== Records for this exercise ==

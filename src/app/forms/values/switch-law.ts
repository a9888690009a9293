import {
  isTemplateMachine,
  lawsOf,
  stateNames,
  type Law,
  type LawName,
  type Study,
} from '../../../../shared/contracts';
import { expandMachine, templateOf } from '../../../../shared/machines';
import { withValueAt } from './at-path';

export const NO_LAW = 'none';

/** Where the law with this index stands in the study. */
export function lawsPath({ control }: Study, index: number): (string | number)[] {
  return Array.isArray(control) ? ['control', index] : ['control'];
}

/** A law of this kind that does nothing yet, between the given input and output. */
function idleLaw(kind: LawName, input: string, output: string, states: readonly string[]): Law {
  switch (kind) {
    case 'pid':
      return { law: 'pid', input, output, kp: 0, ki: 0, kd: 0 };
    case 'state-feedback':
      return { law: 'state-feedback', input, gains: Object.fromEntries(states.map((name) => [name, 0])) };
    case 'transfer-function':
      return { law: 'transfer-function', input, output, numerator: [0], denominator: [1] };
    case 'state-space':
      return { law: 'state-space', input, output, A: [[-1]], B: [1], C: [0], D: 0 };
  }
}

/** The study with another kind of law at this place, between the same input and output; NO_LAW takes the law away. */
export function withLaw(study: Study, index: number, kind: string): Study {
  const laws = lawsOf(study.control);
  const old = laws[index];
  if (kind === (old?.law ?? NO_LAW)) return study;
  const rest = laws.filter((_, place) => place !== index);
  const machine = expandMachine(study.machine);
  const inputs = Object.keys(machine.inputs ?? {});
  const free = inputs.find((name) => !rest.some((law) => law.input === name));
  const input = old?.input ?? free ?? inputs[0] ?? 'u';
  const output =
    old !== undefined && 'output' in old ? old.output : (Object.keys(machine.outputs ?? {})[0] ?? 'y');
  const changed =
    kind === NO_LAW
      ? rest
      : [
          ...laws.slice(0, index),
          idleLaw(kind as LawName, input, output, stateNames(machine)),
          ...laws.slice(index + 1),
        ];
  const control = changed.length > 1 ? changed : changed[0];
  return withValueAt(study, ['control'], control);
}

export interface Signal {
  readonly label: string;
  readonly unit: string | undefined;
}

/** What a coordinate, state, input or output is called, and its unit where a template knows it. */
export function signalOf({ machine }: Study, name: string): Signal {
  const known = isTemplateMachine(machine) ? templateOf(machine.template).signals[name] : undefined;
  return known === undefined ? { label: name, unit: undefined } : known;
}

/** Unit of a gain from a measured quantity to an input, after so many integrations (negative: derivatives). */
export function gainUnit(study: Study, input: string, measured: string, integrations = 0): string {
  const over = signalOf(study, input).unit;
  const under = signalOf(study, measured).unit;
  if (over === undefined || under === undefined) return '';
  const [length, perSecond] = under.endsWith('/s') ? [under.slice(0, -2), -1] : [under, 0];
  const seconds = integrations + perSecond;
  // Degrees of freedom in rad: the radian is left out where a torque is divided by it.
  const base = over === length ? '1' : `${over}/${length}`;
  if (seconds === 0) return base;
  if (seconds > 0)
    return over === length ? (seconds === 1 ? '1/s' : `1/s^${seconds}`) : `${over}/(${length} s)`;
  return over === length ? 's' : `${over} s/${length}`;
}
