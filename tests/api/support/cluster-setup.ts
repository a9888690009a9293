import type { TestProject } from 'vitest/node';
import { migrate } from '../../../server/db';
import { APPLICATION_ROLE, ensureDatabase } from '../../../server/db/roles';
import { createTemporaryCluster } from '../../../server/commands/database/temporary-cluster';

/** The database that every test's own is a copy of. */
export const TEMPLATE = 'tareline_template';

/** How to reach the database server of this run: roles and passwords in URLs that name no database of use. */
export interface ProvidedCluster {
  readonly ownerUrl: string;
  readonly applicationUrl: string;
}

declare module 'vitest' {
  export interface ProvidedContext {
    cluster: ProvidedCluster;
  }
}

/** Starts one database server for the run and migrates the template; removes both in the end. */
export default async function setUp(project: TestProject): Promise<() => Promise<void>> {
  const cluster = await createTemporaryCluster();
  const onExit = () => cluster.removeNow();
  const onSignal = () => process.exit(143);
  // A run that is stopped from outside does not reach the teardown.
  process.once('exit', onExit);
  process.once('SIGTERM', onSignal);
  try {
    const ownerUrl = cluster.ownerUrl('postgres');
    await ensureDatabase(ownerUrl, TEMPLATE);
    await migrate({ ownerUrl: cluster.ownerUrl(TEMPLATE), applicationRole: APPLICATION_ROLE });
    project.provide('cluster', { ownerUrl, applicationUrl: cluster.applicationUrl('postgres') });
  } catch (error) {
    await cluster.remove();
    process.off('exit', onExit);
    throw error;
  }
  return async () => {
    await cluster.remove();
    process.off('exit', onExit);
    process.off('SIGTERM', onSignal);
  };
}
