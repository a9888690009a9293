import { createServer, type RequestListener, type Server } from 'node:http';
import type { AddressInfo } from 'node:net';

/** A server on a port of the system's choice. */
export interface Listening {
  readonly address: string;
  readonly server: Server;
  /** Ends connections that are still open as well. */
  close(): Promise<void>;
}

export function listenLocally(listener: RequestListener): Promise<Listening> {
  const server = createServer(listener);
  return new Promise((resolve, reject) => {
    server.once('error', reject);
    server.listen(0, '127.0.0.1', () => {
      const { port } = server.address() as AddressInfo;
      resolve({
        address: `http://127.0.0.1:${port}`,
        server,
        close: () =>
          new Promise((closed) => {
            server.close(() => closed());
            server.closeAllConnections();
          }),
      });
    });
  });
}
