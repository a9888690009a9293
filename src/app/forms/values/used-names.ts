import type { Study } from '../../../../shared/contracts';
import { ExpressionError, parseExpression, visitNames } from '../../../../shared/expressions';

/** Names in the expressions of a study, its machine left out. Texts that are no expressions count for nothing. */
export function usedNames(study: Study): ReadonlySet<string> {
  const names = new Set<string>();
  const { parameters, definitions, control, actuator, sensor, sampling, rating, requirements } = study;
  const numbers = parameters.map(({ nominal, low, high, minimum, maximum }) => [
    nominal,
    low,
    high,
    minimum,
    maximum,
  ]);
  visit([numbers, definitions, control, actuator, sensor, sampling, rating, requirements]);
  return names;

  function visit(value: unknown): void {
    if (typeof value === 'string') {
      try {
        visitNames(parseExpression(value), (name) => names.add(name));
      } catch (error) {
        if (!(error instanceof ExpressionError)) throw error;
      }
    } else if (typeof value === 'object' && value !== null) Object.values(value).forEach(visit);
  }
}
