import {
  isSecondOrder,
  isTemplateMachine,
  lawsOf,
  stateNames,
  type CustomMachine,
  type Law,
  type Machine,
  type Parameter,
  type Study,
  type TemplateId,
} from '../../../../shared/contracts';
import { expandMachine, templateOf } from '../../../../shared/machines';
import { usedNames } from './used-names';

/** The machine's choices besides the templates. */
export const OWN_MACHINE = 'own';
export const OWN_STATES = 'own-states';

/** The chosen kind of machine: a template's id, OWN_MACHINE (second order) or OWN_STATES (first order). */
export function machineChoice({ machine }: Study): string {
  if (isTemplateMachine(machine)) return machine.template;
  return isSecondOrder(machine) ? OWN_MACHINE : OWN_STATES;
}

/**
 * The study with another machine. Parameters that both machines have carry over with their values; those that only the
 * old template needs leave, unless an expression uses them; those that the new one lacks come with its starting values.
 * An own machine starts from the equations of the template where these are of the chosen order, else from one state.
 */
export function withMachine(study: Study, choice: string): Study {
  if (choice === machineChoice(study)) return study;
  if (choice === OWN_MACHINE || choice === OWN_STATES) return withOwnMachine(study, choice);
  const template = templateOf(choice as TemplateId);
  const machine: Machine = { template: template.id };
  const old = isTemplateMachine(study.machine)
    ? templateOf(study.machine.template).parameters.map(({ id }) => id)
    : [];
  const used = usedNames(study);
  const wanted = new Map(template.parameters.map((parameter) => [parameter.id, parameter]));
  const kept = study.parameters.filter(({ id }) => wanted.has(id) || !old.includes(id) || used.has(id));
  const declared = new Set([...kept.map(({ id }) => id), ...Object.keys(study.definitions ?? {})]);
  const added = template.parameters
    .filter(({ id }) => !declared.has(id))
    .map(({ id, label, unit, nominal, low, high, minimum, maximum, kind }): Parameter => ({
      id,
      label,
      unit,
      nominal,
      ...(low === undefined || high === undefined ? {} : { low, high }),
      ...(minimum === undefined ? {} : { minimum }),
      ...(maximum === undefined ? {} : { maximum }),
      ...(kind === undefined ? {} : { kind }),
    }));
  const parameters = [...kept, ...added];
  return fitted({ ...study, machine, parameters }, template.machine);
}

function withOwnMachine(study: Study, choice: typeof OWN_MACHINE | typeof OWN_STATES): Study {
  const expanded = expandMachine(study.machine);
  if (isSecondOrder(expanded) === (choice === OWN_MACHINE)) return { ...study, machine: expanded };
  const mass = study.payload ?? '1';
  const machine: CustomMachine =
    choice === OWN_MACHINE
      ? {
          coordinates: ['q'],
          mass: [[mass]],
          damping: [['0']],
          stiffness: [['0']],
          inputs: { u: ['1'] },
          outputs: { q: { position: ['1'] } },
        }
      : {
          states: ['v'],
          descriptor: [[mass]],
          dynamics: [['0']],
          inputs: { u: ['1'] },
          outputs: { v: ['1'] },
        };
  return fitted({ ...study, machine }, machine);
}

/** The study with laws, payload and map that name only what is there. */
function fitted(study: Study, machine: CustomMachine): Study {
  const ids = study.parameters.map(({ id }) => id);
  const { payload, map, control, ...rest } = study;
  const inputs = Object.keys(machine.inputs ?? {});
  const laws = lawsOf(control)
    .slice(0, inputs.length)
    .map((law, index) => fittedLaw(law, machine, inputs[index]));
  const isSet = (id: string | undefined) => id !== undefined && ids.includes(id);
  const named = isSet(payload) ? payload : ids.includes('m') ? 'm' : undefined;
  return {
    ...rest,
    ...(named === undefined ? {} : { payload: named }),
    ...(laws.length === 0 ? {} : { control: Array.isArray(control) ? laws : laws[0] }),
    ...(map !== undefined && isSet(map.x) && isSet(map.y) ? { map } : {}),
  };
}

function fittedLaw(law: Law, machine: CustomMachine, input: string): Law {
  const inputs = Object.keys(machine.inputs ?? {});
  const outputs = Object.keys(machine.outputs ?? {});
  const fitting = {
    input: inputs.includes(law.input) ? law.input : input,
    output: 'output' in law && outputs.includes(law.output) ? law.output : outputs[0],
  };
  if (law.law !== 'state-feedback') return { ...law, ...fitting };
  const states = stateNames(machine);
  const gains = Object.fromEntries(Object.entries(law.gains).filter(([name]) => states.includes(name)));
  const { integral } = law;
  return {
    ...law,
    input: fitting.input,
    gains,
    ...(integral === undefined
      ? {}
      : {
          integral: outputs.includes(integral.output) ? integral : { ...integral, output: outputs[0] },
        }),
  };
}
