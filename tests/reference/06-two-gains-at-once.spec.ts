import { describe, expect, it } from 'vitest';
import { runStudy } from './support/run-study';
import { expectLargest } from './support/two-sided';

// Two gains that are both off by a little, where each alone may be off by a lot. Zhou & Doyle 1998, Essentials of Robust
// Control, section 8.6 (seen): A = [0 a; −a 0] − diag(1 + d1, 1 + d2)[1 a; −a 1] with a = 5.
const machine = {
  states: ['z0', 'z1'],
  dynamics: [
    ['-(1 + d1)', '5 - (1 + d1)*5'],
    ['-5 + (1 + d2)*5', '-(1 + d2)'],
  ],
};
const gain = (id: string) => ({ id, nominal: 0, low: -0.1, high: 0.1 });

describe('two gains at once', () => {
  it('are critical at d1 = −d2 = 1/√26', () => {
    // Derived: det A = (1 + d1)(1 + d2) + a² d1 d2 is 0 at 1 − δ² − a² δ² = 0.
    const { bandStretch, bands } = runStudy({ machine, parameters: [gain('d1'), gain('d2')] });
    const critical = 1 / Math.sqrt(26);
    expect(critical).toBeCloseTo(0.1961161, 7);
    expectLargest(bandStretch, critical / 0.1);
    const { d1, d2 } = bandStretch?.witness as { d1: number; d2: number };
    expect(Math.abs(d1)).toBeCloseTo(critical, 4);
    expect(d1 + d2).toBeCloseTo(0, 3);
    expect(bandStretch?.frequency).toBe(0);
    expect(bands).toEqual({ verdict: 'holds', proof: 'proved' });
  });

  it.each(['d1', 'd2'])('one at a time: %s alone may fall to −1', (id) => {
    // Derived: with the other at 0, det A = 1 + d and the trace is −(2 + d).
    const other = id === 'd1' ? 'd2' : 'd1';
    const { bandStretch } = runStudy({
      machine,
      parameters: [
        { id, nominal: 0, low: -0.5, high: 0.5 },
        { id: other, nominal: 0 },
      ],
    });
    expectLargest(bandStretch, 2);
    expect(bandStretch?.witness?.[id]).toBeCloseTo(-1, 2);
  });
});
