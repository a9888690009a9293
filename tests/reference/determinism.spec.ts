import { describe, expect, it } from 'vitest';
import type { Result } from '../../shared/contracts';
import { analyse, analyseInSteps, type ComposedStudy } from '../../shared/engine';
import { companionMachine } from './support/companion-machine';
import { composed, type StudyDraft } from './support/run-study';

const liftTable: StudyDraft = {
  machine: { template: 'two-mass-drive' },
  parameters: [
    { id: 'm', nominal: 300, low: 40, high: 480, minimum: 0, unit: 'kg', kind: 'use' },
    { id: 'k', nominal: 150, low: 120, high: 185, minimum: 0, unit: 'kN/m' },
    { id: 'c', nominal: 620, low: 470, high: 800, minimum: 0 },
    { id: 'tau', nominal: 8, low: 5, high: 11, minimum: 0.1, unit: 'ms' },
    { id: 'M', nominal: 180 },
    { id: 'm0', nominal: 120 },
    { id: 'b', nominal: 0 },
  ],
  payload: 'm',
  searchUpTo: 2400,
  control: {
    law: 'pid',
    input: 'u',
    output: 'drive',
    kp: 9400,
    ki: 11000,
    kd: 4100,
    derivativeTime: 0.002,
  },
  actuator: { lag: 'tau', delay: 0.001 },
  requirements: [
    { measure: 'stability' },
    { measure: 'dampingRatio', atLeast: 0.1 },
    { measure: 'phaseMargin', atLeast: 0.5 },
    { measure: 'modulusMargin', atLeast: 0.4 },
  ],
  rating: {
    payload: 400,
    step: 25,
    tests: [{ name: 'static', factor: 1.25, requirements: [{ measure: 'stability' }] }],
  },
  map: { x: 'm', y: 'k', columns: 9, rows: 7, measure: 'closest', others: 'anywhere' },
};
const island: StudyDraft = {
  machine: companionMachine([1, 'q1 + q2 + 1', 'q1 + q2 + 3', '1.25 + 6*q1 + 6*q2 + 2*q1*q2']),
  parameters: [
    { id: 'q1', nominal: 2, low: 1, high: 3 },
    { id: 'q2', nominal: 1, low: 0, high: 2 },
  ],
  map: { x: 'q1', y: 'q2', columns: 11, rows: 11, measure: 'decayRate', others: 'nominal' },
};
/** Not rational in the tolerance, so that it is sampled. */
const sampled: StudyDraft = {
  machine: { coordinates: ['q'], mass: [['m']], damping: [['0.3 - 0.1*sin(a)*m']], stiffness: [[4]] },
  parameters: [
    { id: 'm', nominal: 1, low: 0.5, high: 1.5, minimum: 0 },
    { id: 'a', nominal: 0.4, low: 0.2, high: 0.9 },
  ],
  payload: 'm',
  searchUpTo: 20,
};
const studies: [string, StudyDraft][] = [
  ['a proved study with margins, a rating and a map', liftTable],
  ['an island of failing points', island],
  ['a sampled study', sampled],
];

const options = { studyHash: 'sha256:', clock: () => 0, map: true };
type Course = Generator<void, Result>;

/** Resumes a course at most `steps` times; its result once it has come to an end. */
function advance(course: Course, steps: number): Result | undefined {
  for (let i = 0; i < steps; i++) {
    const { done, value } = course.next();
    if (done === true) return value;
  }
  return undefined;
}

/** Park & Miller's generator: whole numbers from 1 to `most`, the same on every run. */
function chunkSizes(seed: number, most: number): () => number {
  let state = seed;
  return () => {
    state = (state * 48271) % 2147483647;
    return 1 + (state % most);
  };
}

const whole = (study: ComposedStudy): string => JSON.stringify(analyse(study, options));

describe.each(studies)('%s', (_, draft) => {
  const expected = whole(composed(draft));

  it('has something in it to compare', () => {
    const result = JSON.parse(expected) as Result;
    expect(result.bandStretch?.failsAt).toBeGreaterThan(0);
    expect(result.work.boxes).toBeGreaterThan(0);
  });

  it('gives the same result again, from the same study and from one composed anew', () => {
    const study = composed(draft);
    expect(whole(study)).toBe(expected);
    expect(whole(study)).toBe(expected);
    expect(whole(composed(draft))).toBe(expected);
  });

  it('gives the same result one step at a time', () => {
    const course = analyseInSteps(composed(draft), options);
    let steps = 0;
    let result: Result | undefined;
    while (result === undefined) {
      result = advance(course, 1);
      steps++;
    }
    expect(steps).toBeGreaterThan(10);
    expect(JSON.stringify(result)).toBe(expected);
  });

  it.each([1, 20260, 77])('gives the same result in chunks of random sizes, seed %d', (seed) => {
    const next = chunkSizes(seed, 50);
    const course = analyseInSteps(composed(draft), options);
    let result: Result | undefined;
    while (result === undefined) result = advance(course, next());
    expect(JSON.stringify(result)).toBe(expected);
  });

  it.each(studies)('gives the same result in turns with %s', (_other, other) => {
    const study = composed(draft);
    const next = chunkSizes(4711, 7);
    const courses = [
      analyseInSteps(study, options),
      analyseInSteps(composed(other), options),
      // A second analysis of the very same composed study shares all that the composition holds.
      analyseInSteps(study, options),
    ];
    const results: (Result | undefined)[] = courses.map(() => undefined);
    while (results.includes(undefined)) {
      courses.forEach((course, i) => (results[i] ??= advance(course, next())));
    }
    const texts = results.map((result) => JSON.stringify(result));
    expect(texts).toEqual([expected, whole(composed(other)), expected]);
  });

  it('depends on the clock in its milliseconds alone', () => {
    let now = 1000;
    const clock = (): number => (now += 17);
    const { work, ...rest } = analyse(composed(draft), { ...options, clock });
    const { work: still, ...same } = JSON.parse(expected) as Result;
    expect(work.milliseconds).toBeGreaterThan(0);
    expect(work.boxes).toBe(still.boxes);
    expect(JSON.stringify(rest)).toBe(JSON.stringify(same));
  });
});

===

# [Task objective]
Give back every line from the beginning of the records through the line holding "index: number): (string", exactly as it reads, and leave out the rest.

# [Response area]
filename src/app/forms/values/switch-law.ts
repository a9888690009a9293
import {
  isTemplateMachine,
  lawsOf,
  stateNames,
  type Law,
  type LawName,
  type Study,
} from '../../../../shared/contracts';
import { expandMachine, templateOf } from '../../../../shared/machines';
import { withValueAt } from './at-path';

export const NO_LAW = 'none';

/** Where the law with this index stands in the study. */
export function lawsPath({ control }: Study, index: number): (string | number)[] {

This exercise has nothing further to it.